What the task asks: Only the lines below from the one containing "benchmark : str" to the one containing "Best is the" should be repeated, both included and unchanged.

Supplied records:
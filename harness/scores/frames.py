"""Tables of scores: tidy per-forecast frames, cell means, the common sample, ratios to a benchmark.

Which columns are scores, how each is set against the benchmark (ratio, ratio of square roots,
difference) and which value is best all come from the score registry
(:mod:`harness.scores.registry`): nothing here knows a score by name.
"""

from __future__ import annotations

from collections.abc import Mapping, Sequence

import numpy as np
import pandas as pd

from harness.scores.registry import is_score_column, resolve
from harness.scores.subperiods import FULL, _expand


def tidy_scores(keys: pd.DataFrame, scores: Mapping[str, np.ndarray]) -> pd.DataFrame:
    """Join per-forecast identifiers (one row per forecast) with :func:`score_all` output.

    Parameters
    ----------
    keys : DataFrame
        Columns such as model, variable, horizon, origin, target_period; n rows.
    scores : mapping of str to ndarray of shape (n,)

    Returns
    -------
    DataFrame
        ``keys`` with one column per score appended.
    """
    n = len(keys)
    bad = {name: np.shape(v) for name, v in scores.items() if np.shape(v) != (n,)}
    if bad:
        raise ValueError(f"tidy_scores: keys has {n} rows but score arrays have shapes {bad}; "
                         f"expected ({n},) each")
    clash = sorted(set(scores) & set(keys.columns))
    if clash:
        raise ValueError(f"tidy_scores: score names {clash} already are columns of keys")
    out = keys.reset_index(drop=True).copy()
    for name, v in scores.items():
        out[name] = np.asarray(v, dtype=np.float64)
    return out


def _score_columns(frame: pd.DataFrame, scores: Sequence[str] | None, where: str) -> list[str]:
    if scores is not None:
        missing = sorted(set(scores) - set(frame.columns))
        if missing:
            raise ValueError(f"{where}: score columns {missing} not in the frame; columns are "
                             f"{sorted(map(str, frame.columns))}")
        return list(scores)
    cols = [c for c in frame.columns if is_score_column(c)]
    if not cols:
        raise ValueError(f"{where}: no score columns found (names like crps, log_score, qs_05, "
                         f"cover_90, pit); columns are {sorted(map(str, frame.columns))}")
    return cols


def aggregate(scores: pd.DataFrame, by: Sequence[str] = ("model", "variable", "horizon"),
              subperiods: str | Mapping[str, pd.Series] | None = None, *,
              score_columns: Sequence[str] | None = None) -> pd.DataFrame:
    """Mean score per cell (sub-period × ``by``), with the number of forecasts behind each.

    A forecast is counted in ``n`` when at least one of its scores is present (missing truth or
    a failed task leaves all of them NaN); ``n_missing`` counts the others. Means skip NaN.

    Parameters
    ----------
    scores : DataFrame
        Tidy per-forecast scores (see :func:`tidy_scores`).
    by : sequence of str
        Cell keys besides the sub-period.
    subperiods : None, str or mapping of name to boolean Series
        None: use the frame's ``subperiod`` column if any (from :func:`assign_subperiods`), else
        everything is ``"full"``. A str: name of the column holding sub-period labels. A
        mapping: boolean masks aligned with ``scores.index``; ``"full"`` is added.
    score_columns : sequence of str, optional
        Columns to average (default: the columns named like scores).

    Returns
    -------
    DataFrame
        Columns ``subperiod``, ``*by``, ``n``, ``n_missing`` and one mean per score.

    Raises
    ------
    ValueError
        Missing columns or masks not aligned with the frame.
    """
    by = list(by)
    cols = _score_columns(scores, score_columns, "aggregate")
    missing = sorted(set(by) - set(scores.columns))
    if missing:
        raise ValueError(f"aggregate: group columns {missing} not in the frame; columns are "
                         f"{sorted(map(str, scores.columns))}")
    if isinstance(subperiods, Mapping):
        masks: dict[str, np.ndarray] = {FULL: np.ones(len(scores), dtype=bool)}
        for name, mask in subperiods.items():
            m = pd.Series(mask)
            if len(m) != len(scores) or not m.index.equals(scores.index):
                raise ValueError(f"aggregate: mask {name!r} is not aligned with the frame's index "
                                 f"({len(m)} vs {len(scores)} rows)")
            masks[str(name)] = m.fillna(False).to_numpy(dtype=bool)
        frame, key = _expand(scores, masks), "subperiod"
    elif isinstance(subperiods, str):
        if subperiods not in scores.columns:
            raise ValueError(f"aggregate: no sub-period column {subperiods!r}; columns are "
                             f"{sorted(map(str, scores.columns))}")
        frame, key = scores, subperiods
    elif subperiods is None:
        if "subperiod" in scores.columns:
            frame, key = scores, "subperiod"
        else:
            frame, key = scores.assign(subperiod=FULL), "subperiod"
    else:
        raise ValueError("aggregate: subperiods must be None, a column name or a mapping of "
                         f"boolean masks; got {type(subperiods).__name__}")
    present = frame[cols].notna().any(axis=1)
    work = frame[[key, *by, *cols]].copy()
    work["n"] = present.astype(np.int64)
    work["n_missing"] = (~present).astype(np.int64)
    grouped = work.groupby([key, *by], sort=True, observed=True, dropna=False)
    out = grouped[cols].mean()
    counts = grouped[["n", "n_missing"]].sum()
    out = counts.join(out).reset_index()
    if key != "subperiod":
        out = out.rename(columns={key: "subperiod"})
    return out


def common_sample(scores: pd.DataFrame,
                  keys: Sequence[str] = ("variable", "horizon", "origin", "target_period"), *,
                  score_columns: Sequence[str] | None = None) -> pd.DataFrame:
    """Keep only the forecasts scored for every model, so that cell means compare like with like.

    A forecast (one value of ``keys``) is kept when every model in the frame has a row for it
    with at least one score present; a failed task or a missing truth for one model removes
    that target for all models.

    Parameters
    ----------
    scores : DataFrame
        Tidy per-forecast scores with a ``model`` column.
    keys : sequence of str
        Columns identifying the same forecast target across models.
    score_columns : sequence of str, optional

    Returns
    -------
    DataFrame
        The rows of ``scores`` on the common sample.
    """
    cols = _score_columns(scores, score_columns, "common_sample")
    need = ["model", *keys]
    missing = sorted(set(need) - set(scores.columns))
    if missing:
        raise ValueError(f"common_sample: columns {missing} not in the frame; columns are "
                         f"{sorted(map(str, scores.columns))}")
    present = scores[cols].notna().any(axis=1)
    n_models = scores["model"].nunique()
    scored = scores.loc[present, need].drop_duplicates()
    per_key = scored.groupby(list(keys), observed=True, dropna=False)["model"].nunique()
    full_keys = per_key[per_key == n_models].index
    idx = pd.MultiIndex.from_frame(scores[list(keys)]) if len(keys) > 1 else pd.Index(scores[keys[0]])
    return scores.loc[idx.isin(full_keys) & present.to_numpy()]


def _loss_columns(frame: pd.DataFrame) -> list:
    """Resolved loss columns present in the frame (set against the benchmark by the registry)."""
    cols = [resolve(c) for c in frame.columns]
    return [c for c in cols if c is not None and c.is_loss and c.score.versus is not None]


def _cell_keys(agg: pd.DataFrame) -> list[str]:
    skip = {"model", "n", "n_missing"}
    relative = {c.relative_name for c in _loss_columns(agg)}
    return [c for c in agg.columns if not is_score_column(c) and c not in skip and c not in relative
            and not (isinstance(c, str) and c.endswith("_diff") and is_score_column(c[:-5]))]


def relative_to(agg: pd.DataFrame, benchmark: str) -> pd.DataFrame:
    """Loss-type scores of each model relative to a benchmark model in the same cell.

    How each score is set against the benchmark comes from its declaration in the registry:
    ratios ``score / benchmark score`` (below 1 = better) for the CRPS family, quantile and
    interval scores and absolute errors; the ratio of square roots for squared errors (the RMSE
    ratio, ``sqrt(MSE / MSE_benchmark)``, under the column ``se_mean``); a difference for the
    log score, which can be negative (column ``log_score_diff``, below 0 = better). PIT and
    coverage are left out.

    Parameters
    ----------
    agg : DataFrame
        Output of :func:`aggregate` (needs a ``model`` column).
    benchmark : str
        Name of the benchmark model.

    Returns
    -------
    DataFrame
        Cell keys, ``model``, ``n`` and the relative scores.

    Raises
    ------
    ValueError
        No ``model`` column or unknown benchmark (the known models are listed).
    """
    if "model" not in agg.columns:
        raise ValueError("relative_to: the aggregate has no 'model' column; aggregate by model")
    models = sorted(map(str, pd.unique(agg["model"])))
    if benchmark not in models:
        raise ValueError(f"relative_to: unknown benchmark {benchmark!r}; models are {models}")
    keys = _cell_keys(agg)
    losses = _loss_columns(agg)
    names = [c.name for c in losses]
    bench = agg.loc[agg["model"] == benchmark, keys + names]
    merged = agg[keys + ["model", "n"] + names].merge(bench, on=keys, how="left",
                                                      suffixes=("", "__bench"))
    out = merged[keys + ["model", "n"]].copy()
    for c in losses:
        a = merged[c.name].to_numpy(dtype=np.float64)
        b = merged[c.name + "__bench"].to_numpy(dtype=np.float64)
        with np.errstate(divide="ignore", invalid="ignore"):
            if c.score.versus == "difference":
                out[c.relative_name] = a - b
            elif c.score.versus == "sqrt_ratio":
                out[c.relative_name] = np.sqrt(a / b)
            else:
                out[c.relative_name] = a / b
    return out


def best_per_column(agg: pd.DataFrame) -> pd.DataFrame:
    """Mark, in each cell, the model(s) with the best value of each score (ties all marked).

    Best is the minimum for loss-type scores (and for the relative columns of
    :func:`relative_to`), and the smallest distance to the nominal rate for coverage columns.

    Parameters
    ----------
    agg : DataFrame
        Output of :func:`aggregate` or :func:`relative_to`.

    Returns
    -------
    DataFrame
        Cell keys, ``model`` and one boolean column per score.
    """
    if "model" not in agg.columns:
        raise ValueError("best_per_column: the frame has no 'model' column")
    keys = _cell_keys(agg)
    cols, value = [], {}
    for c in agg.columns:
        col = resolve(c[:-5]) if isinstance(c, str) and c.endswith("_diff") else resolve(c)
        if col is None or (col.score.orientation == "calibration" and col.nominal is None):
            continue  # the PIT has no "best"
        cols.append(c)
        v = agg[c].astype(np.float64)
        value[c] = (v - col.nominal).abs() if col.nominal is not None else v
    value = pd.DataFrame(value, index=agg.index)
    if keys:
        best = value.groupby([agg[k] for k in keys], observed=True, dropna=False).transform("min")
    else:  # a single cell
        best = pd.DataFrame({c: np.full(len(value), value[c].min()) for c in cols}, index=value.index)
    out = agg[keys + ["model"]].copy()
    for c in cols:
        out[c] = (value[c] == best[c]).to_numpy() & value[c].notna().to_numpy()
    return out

Worked solution:
    benchmark : str
        Name of the benchmark model.

    Returns
    -------
    DataFrame
        Cell keys, ``model``, ``n`` and the relative scores.

    Raises
    ------
    ValueError
        No ``model`` column or unknown benchmark (the known models are listed).
    """
    if "model" not in agg.columns:
        raise ValueError("relative_to: the aggregate has no 'model' column; aggregate by model")
    models = sorted(map(str, pd.unique(agg["model"])))
    if benchmark not in models:
        raise ValueError(f"relative_to: unknown benchmark {benchmark!r}; models are {models}")
    keys = _cell_keys(agg)
    losses = _loss_columns(agg)
    names = [c.name for c in losses]
    bench = agg.loc[agg["model"] == benchmark, keys + names]
    merged = agg[keys + ["model", "n"] + names].merge(bench, on=keys, how="left",
                                                      suffixes=("", "__bench"))
    out = merged[keys + ["model", "n"]].copy()
    for c in losses:
        a = merged[c.name].to_numpy(dtype=np.float64)
        b = merged[c.name + "__bench"].to_numpy(dtype=np.float64)
        with np.errstate(divide="ignore", invalid="ignore"):
            if c.score.versus == "difference":
                out[c.relative_name] = a - b
            elif c.score.versus == "sqrt_ratio":
                out[c.relative_name] = np.sqrt(a / b)
            else:
                out[c.relative_name] = a / b
    return out


def best_per_column(agg: pd.DataFrame) -> pd.DataFrame:
    """Mark, in each cell, the model(s) with the best value of each score (ties all marked).

    Best is the minimum for loss-type scores (and for the relative columns of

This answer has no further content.